If you wish to run Vitk on a Spark cluster, all you need to do is to specify the master URL of the cluster, such as:
./bin/spark-submit ~/vitk/target/vn.vitk-3.0.jar -t dep -a parse -i <input-file> -o <output-file> -m <master-url>
For your convenience, Vitk includes a sample file containing 270 manually parsed sentences which are extracted from the Vietnamese treebank.
On the English UDT:
- 12,543 parsed sentences for training, 2,077 parsed sentences for testing
- Standard feature templates (token, part-of-speech tag, dependency type)
- Training parameters: dimension=90,000
- Training accuracy: 68.28% (UAS), 66.32% (LAS)
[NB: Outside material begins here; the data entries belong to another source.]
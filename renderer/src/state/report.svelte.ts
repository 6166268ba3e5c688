// The report: assembled on the main thread from the one analysis and its priced
// view (no refit, no bootstrap: assembleReport only reshapes), previewed as the
// grower page, exported as the workbook, printed or saved as PDF.
import { EMPTY_PAGE_FIELDS, type PageFields } from '../../../shared/report/pageFields';
import { growerPage, type GrowerPage } from '../../../shared/report/growerPage';
import { growerPageChart } from '../../../shared/report/growerPageChart';
import { renderChartSvg } from '../../../shared/report/svgChart';
import { reportRegionalChart } from '../../../shared/report/growerPageChart';
import { siteResponseChart } from '../../../shared/report/siteResponseChart';
import { levelChartKey, levelCurvesChart } from '../../../shared/report/levelCurvesChart';
import type { TrialReport } from '../../../shared/report/trialReport';
import type { SheetImage } from '../../../shared/report/workbookSite';
import type { ChartSpec } from '../../../shared/report/chartSpec';
import { assembleReport } from '../../../shared/report/assembleReport';
import { resultsJsonText } from '../../../shared/report/resultsJson';
import { mappingEntries } from '../../../shared/import/mappingEntries';
import { reportDisplay } from '../analysis/reportInput';
import { APP_VERSION } from '../lib/appVersion';
import { loadPlotly } from '../lib/loadPlotly';
import { plotlyFromSpec } from '../lib/plotlyFromSpec';
import type { FileBridge } from '../lib/fileBridge';
import type { Analysis } from './analysis.svelte';
import type { Jobs } from './jobs.svelte';
import type { Messages } from './messages.svelte';
import type { Prices } from './prices.svelte';
import type { Settings } from './settings.svelte';
import type { Trial } from './trial.svelte';

/** What the report reads of the workspace (the Workspace itself; named here so the two files do not import each other). */
export interface ReportHost {
  analysis: Analysis;
  prices: Prices;
  settings: Settings;
  trial: Trial;
  jobs: Jobs;
  bridge: FileBridge;
  messages: Messages;
}

/** The time now, ISO 8601 (a plain timestamp, not reactive state). */
function nowIso(): string {
  return new Date(Date.now()).toISOString();
}

async function chartPng(spec: ChartSpec): Promise<SheetImage> {
  // Loaded on first use, so this state class stays importable where there is no DOM (tests).
  const Plotly = await loadPlotly();
  const { data, layout } = plotlyFromSpec(spec);
  const url = await Plotly.toImage(
    { data, layout: { ...layout, width: spec.widthPx, height: spec.heightPx } },
    { format: 'png', width: spec.widthPx, height: spec.heightPx, scale: 2 },
  );
  const bytes = Uint8Array.from(atob(url.split(',')[1]), (c) => c.charCodeAt(0));
  return { png: bytes, widthPx: spec.widthPx, heightPx: spec.heightPx };
}

export class Report {
  /** The page shown: a site name or "region". */
  which = $state<string>('region');
  /** Who and what the pages are for, as typed in the report step; kept with the session and project. */
  fields = $state<PageFields>({ ...EMPTY_PAGE_FIELDS });
  busy = $state(false);
  readonly #ws: ReportHost;

  constructor(ws: ReportHost) {
    this.#ws = ws;
  }

  /**
   * The report of the current analysis at the current prices and picks, or null before there is
   * one (and while the analysis is a preview, so no page or file carries a regional model still
   * being fitted). Built from the analysis' priced view, so it always says what the screen says.
   */
  report: TrialReport | null = $derived.by(() => {
    const ws = this.#ws;
    const analysis = ws.analysis.output;
    const priced = ws.analysis.priced;
    if (!analysis || !priced || ws.analysis.regionalPending || ws.analysis.drawsPending)
      return null;
    const display = {
      ...reportDisplay(
        ws.prices.settings,
        ws.settings.units,
        ws.settings.unitSystem,
        analysis.crop,
        ws.settings.locale,
      ),
      pageFields: { ...this.fields },
    };
    const mapping = mappingEntries(
      Object.entries(ws.trial.edits.mappings).map(([file, m]) => ({ file, mapping: m })),
      undefined,
      {
        ...ws.trial.edits.settings,
        standardMoisturePct: analysis.table.standardMoisturePct,
      },
    );
    return assembleReport(analysis, priced, display, {
      tool: { name: 'Plotrate', version: APP_VERSION },
      createdAt: nowIso(),
      mapping,
      // The import's own findings; the analysis adds its quality checks, as on the command line.
      findings: ws.trial.built?.ok ? ws.trial.built.findings : [],
    });
  });

  /** The page shown: "region" when there is an across-site result, else the chosen or first site. */
  #shown: string | null = $derived.by(() => {
    const r = this.report;
    if (!r) return null;
    return (this.which === 'region' && !r.acrossSites ? r.sites[0]?.site : this.which) ?? null;
  });

  /** Grower page of the chosen site or region, or null before the report exists. */
  page: GrowerPage | null = $derived.by(() => {
    const r = this.report;
    if (!r || !this.#shown) return null;
    try {
      return growerPage(r, this.#shown);
    } catch {
      return null;
    }
  });

  /** The page's chart as SVG, the same description the PDF draws (growerPageChart); null without one. */
  pageChartSvg: string | null = $derived.by(() => {
    const r = this.report;
    if (!r || !this.#shown) return null;
    const spec = growerPageChart(r, this.#shown);
    return spec ? renderChartSvg(spec) : null;
  });

  /**
   * Writes the results JSON (the command line's --json file, the same bytes for the same analysis)
   * and hands it to the shell or a download.
   * @returns the name written, or null when there is no report or the user cancelled
   */
  async exportJson(): Promise<string | null> {
    const report = this.report;
    if (!report) return null;
    const stamp = report.createdAt.slice(0, 10);
    const bytes = new TextEncoder().encode(resultsJsonText(report));
    return this.#ws.bridge.exportFile(`Plotrate results ${stamp}.json`, bytes, 'json');
  }

  /** Draws the charts, writes the workbook in the worker and hands it to the shell or a download. */
  async exportWorkbook(): Promise<string | null> {
    const ws = this.#ws;
    const report = this.report;
    if (!report) return null;
    this.busy = true;
    try {
      const siteCharts: Record<string, SheetImage> = {};
      for (const site of report.sites)
        siteCharts[site.site] = await chartPng(siteResponseChart(report, site));
      const regional = reportRegionalChart(report);
      const acrossChart = regional ? await chartPng(regional) : null;
      // Each rate × factor site's levels chart, for its factor's sheet.
      const levelCharts: Record<string, SheetImage> = {};
      for (const l of report.levels)
        levelCharts[levelChartKey(l.site, l.factor)] = await chartPng(
          levelCurvesChart(report, l, null),
        );
      const bytes = await ws.jobs.run<Uint8Array>('Writing the workbook', 'workbook', {
        report,
        options: { siteCharts, acrossChart, levelCharts },
      });
      if (!bytes) return null;
      const stamp = report.createdAt.slice(0, 10);
      return await ws.bridge.exportFile(`Plotrate report ${stamp}.xlsx`, bytes, 'xlsx');
    } catch (error) {
      ws.messages.add(
        'error',
        'The workbook could not be written',
        error instanceof Error ? error.message : String(error),
      );
      return null;
    } finally {
      this.busy = false;
    }
  }
}
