// The analyst's workspace: everything the screens share, passed by context.
import type { TrialFileBytes } from '../../../electron/desktopApi';
import { fetchDemoFile } from '../lib/demoFile';
import type { FileBridge } from '../lib/fileBridge';
import type { Port } from '../lib/workerProtocol';
import { Jobs } from './jobs.svelte';
import { Messages } from './messages.svelte';
import { Settings } from './settings.svelte';
import { Sources } from './sources.svelte';
import type { StepId } from './steps';

export class Workspace {
  step = $state<StepId>('files');
  readonly settings = new Settings();
  readonly messages = new Messages();
  readonly jobs: Jobs;
  readonly sources: Sources;
  readonly bridge: FileBridge;

  constructor(bridge: FileBridge, workerPort: Port) {
    this.bridge = bridge;
    this.jobs = new Jobs(workerPort);
    this.sources = new Sources(this.jobs, this.messages);
  }

  /** Opens trial files and moves on to the column review when one was readable. */
  async openFiles(files: TrialFileBytes[]): Promise<void> {
    await this.sources.add(files);
  }

  /** Opens the invented demo trial shipped with the app. */
  async openDemo(): Promise<void> {
    try {
      await this.openFiles([await fetchDemoFile()]);
    } catch (error) {
      this.messages.add(
        'error',
        'The demo trial could not be opened',
        error instanceof Error ? error.message : String(error),
      );
    }
  }
}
- Test accuracy: 64.18% (UAS), 60.96% (LAS)
- Parsing speed on a single machine: tag 12,543 sentences (204,586 tokens) in 20 seconds.
On a Vietnamese dependency treebank:
- 2,430 parsed sentences for training, 270 sentences for testing
- Standard feature templates (token, part-of-speech tag, dependency type)
- Training parameters: dimension=30,000
- Training accuracy: 90.44% (UAS), 90.23% (LAS)
- Test accuracy: 67.08% (UAS), 62.78% (LAS)
- An efficient algorithm for projective dependency parsing, Joakim Nivre, Proceedings of IWPT, 2003.
- Algorithms for deterministic incremental dependency parsing, Joakim Nivre, Computational Linguistics, 2008.